Now, I have only read the first one, which predates Jacobs entrance onto the scene so I really can not speak to that, and I don't actually own the thing so I'm going to do this analysis completely from memory. This excuse I find sufficiently large as to encompass any faults which may be found with my subsequent argument.
Let us start by stripping Edward of his good looks. Honestly, I would think the movie version would be enough to drive women fleeing from vampires like their was set aflame as the whole emaciated hollow cheeked combined with a paleness that is downright painful to look upon image of the on screen Edward comes off to me as sickly. If I saw a guy looking like that on the street I'd think they were doing some seriously hardcore drugs and were maybe three steps away from hospitalization.
But again, let us set all that aside as I think it accounts for relatively little of Edwards appeal.
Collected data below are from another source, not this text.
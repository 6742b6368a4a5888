-- From the shape of three measures to a model of each: which re-expression, how sure, what it costs.
--
-- Needs:  repair (make_database.sql) and the extension.
-- Leaves: choice (one row for each measure, column scan) and re_expressed_model (one row for each
--         measure: raw is the model of the measure as it stands, model that of the re-expressed one).

.print
.print 'Three measures that a straight line does not suit as they stand: costs with a long right tail'
.print 'and some free repairs, scores that crowd under a ceiling of 100, and counts of visits.'
SELECT 'cost' AS measure, fact(shape_summary(cost), 'reading') AS shape FROM repair UNION ALL
SELECT 'score', fact(shape_summary(inspection_score), 'reading') FROM repair UNION ALL
SELECT 'visits', fact(shape_summary(visits), 'reading') FROM repair;

.print
.print 'In a model the shape matters of what the predictors leave over. So each scan is given the'
.print 'predictors: the measure comes first, raw, and the rest is labelled as in a model. The scan'
.print 'tries what suits the measure and says in one sentence what it comes to.'
DROP TABLE IF EXISTS choice;
CREATE TABLE choice(measure TEXT PRIMARY KEY, scan TEXT);
INSERT INTO choice
SELECT 'cost', re_expression_scan('cost (EUR)',                cost,
                                  'dwellings | log_offset',    dwellings,
                                  'building age (years)',      building_age,
                                  'trade | category Plumbing', trade) FROM repair UNION ALL
SELECT 'score', re_expression_scan('score (points)',            inspection_score,
                                   'dwellings | log_offset',    dwellings,
                                   'building age (years)',      building_age,
                                   'trade | category Plumbing', trade) FROM repair UNION ALL
SELECT 'visits', re_expression_scan('visits',                    visits,
                                    'dwellings | log_offset',    dwellings,
                                    'building age (years)',      building_age,
                                    'trade | category Plumbing', trade) FROM repair;
SELECT measure, fact(scan, 'reading') AS reading FROM choice;

.print
.print 'The same in figures: the first three of each, the measure left alone, and the plain logarithm.'
.print 'AIC is on the scale of the measure itself, so that candidates compare: lower fits better, and'
.print 'a difference of 2 is nothing. A candidate that loses rows has none and never comes first. For'
.print 'scores, log_reflected comes second and is easier to explain; that may be worth its AIC.'
SELECT measure, rank, spec, rows_outside AS rows_lost, round(skewness, 2) AS skewness,
       round(aic) AS aic
FROM choice, re_expression_rows(scan)
WHERE rank <= 3 OR spec IN ('identity', 'log_offset') ORDER BY measure, rank;

.print
.print 'How sure is the power? Visits are never 0, so the profile gives theirs, with limits. Two thirds'
.print 'of the visits are 1, and no power can part values that are equal: even the best one leaves a'
.print 'skewness of 0.7.'
WITH profile(found) AS (
  SELECT box_cox_profile('visits', visits, 'dwellings | log_offset', dwellings,
                         'building age (years)', building_age,
                         'trade | category Plumbing', trade) FROM repair
)
SELECT fact(found, 'rows') AS rows, round(fact(found, 'lambda'), 2) AS best_power,
       round(fact(found, 'low'), 2) AS low, round(fact(found, 'high'), 2) AS high
FROM profile;

.print
.print 'Now fit. A label takes a spec from the scan, or leaves its numbers to the rows that are fitted:'
.print 'log_offset auto, box_cox. The model keeps them, and model_columns shows them. Where the scan'
.print 'says that the spread still changes, ask for errors that hold all the same: hc3.'
DROP TABLE IF EXISTS re_expressed_model;
CREATE TABLE re_expressed_model(measure TEXT PRIMARY KEY, raw TEXT, model TEXT);
INSERT INTO re_expressed_model
SELECT 'cost',
       ols_model('cost (EUR)', cost, 'dwellings | log_offset', dwellings,
                 'building age (years)', building_age, 'trade | category Plumbing', trade,
                 'errors | option', 'hc3'),
       ols_model('cost (EUR) | log_offset auto', cost, 'dwellings | log_offset', dwellings,
                 'building age (years)', building_age, 'trade | category Plumbing', trade,
                 'errors | option', 'hc3')
FROM repair UNION ALL
SELECT 'score',
       ols_model('score (points)', inspection_score, 'dwellings | log_offset', dwellings,
                 'building age (years)', building_age, 'trade | category Plumbing', trade,
                 'errors | option', 'hc3'),
       ols_model('score (points) | logit 0 100 0.005', inspection_score,
                 'dwellings | log_offset', dwellings,
                 'building age (years)', building_age, 'trade | category Plumbing', trade,
                 'errors | option', 'hc3')
FROM repair UNION ALL
SELECT 'visits',
       ols_model('visits', visits, 'dwellings | log_offset', dwellings,
                 'building age (years)', building_age, 'trade | category Plumbing', trade,
                 'errors | option', 'hc3'),
       ols_model('visits | box_cox', visits, 'dwellings | log_offset', dwellings,
                 'building age (years)', building_age, 'trade | category Plumbing', trade,
                 'errors | option', 'hc3')
FROM repair;
SELECT measure, transform, note FROM re_expressed_model, model_columns(model) WHERE role = 'response';

.print
.print 'What was it good for? A damp case in a building of 4 dwellings and 40 years, and where nine in'
.print 'ten such cases should lie. The raw models reach below a cost of 0 and beyond a score of 100; the'
.print 're-expressed ones keep to what can occur, or nearly. For scores and visits both give the same'
.print 'mean, but typical is another matter. For costs the means differ too: the raw line adds up what'
.print 'really goes by percent.'
SELECT measure, 'raw' AS fitted, round(typical, 1) AS typical, round(mean, 1) AS mean,
       round(case_low, 1) AS case_low, round(case_high, 1) AS case_high
FROM re_expressed_model,
     model_predictions(raw, 0.9, 'dwellings', 4, 'building age', 40, 'trade', 'Damp')
UNION ALL
SELECT measure, 're-expressed', round(typical, 1), round(mean, 1), round(case_low, 1),
       round(case_high, 1)
FROM re_expressed_model,
     model_predictions(model, 0.9, 'dwellings', 4, 'building age', 40, 'trade', 'Damp')
ORDER BY measure, fitted;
This is not to say that his looks are irrelevant, it helps to be easy on the eyes even if I can't see what they see, but rather that it is not Edward's looks that inspire his fans loyalty but something about him.
When Bella looks on Edwards her thoughts explode into hot shards of chaste puppy love. It is this that women love about Edward, not his appearance per se. His fans make this mistake of conflating his appearance with the effect of looking upon him has on them. They long for the man who will treat them as the focal point of the world, the sole point upon which the universe turns.
Not only that but Meyer's constructs Edward in such a way as to assure her audience that Edward cannot manifest his devotion to Bella in the traditional physical forms most of us are familiar with. This move has two desire intensifying principles to it.
The first of these is that it assures the audience that Edward is not simply captivated by Bella's appearance. Bella is the center of Edward's universe regardless of her looks. She could get acid thrown in her face and it wouldn't matter a bit to Edward. Bella feels truly seen by Edward for what she is, and what she wishes to be, for every facet of her personality. Honestly, who wouldn't be swayed by that kind of attention?
Secondly the chastity of Edward coupled with his metaphorical need and desire to suck the blood out of Bella's veins sets up that sweet tension of lovers parted. Romeo and Juliet wouldn't really be a story were it not for the fact that they were kept separated. The lust to be together present, Meyer's erects seemingly un-scalable walls to keep them apart. After that all Meyer's has to do is sit back and watch the tension and frustration build. Like sealing a lid to the top of a pot of water and then putting it on the stove and cranking up the heat, eventually there is an explosion. In essence it all boils down to we want what we can't have. Edward repeatedly telling Bella how much they can't be together only serves to make Bella want him all the more.
Of course Bella is described by Meyer's so vaguely that she could be anyone and is, in the minds of her readers. Where Meyer's has written Bella, Meyer's readers insert their own name, confused by how the story could be written any other way.
And now the world cup game is about to start so I am going to have to bring this musing to a close for now. Who knows, maybe someday I'll read the other books and be able to contrast Jacob and Edward and their relative merits. Though I wouldn't count on it.